Required permissions for SCVMM 2012 R2 Library Share - SOFS on Clustered Storage Volume

Setup / Notes:

  • SCVMM 2012 R2
  • SCVMM Library Server - SOFS Role on 2 Nodes of Clustered Storage Server 2012 R2
  • Library Server and Nodes show up under Fabric->Infrastructure->Library Servers
  • Server and Nodes show no errors or problems
  • Shares have been added in SCVMM and able to refresh properly

Problem:

I cannot do any job which involves writing to these shares. Import Resource, Create VM Template, etc. Everything fails with Error (2910) VMM does not have appropriate permissions... Access Denied.

Solutions Tried:

I have setup FULL CONTROL Share and Security permissions for Administrators Domain and Local, SCVMM Service Account, SCVMM Run as Account, Everyone Account, SYSTEM, Hyper-V Computer Accounts basically everything in my domain. I still get access denied to the Library Server Shares.

Other Notes:

I do have shares configured for VM / shared storage for hosts. These are working great and appear to be configured completely by SCVMM.
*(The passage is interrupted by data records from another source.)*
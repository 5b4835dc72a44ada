//! Reproducible tolerance draws.
//!
//! Every random number of a study comes from ChaCha8 (`rand_chacha`, whose
//! output stream is fixed by its algorithm and documented as portable), keyed
//! by the Monte Carlo seed and the sample number, on a stream chosen by the
//! tolerance number:
//!
//! * key (32 bytes) = `seed` (8 bytes, little-endian) ‖ `sample` (8 bytes,
//!   little-endian) ‖ 16 zero bytes;
//! * stream = the 0-based position of the `tolerance` statement.
//!
//! So draw k of tolerance t in Monte Carlo sample j depends only on
//! (seed, j, t): never on threads, shards, resumes or the other tolerances.
//! The conversions below use only integer operations, IEEE-754 multiply/add,
//! `sqrt` (correctly rounded by IEEE-754) and `libm::log` (a pure-Rust
//! implementation, the same on every machine), so the draws are bit-identical
//! on any IEEE-754 platform.
//!
//! Meaning of a tolerance of fraction `f` (a `5%` tolerance is f = 0.05):
//! * uniform: the factor is `1 + f·u`, u uniform on [−1, 1);
//!   mean 1, variance f²/3.
//! * gaussian: the factor is `1 + (f/3)·z`, z standard normal truncated to
//!   |z| ≤ 3 by redrawing, so f is the 3σ point and no part leaves its
//!   marked band; mean 1, variance (f/3)²·(1 − 6φ(3)/(2Φ(3) − 1)) ≈ 0.9733·(f/3)².

use rand::{RngCore, SeedableRng};
use rand_chacha::ChaCha8Rng;
use tankwave_circuit::Distribution;

/// The generator for one (seed, sample, tolerance) triple.
pub fn tolerance_rng(seed: u64, sample: u64, tolerance: usize) -> ChaCha8Rng {
    let mut key = [0u8; 32];
    key[..8].copy_from_slice(&seed.to_le_bytes());
    key[8..16].copy_from_slice(&sample.to_le_bytes());
    let mut rng = ChaCha8Rng::from_seed(key);
    rng.set_stream(tolerance as u64);
    rng
}

/// A uniform number on [0, 1) from the top 53 bits of one 64-bit word.
pub fn unit(rng: &mut impl RngCore) -> f64 {
    (rng.next_u64() >> 11) as f64 * (1.0 / 9_007_199_254_740_992.0)
}

/// A standard normal number by Marsaglia's polar method (Marsaglia and Bray,
/// SIAM Review 6(3), 1964; also Knuth, TAOCP vol. 2, §3.4.1 Algorithm P),
/// keeping one of the pair.
pub fn standard_normal(rng: &mut impl RngCore) -> f64 {
    loop {
        let u = 2.0 * unit(rng) - 1.0;
        let v = 2.0 * unit(rng) - 1.0;
        let s = u * u + v * v;
        if s > 0.0 && s < 1.0 {
            return u * (-2.0 * libm::log(s) / s).sqrt();
        }
    }
}

/// A standard normal number truncated to |z| ≤ 3 (redrawn outside; about 0.27% of draws).
pub fn truncated_normal(rng: &mut impl RngCore) -> f64 {
    loop {
        let z = standard_normal(rng);
        if z.abs() <= 3.0 {
            return z;
        }
    }
}

/// The multiplier a tolerance of `fraction` with `distribution` gives for
/// (seed, sample, tolerance index): see the module overview for the meaning.
pub fn tolerance_factor(
    seed: u64,
    sample: u64,
    tolerance: usize,
    fraction: f64,
    distribution: Distribution,
) -> f64 {
    let mut rng = tolerance_rng(seed, sample, tolerance);
    match distribution {
        Distribution::Uniform => 1.0 + fraction * (2.0 * unit(&mut rng) - 1.0),
        Distribution::Gaussian => 1.0 + fraction / 3.0 * truncated_normal(&mut rng),
    }
}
What are the required permissions? Are they manually setup or controlled by SCVMM? Why does it appear that nobody has had this problem before me on the interwebs? Am I an idiot?
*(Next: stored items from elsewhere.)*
impl Header {
    /// The header for a run of `plan` with `chain` and `shard`.
    pub fn new(plan: &crate::Plan, chain: u64, shard: Option<Shard>) -> Header {
        Header {
            schema: SCHEMA.to_string(),
            version: SCHEMA_VERSION,
            plan: format!("{:016x}", plan.fingerprint()),
            variants: plan.len(),
            chain,
            shard,
            input: None,
            provenance: None,
        }
    }

    /// The same header stating what the records are made from.
    pub fn with_provenance(mut self, provenance: Provenance) -> Header {
        self.provenance = Some(provenance);
        self
    }

    /// The same header with the caller's input fingerprint set.
    pub fn with_input(mut self, input: impl Into<String>) -> Header {
        self.input = Some(input.into());
        self
    }

    /// Check that `found` (read from `file`) describes the same study;
    /// `with_shard` also compares the shard.
    pub fn check(&self, found: &Header, file: &str, with_shard: bool) -> Result<(), StudyError> {
        let mismatch = |field: &'static str, expected: String, got: String| {
            Err(StudyError::HeaderMismatch {
                file: file.to_string(),
                field,
                expected,
                found: got,
            })
        };
        if found.schema != self.schema {
            return mismatch("schema", self.schema.clone(), found.schema.clone());
        }
        if found.version != self.version {
            return mismatch(
                "version",
                self.version.to_string(),
                found.version.to_string(),
            );
        }
        if let (Some(a), Some(b)) = (&self.provenance, &found.provenance) {
            if let Some((setting, expected, got)) = a.difference(b) {
                return Err(StudyError::ProvenanceMismatch {
                    file: file.to_string(),
                    setting,
                    expected,
                    found: got,
                });
            }
        } else if self.provenance.is_some() != found.provenance.is_some() {
            let say = |p: &Option<Provenance>| match p {
                Some(p) => format!("stated ({})", p.tool),
                None => "not stated (an older record file)".to_string(),
            };
            return Err(StudyError::ProvenanceMismatch {
                file: file.to_string(),
                setting: "record provenance".into(),
                expected: say(&self.provenance),
                found: say(&found.provenance),
            });
        }
        if found.plan != self.plan {
            return mismatch("plan", self.plan.clone(), found.plan.clone());
        }
        if found.variants != self.variants {
            return mismatch(
                "variants",
                self.variants.to_string(),
                found.variants.to_string(),
            );
        }
        if found.chain != self.chain {
            return mismatch("chain", self.chain.to_string(), found.chain.to_string());
        }
        if found.input != self.input {
            return mismatch(
                "input",
                format!("{:?}", self.input),
                format!("{:?}", found.input),
            );
        }
        if with_shard && found.shard != self.shard {
            return mismatch(
                "shard",
                format!("{:?}", self.shard),
                format!("{:?}", found.shard),
            );
        }
        Ok(())
    }
}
  • Edited by Nate Labo Thursday, January 09, 2014 6:06 AM
January 9th, 2014 6:04am

More Information:

It would appear that Failover Cluster Manager doesn't immediately change the permissions related to a share. I have manually gone in and set the FULL CONTROL Share and Security permissions for the Everyone Account on the Cluster Volume and the share is now working. I do need to lock this down for security purposes so what account/accounts does it need?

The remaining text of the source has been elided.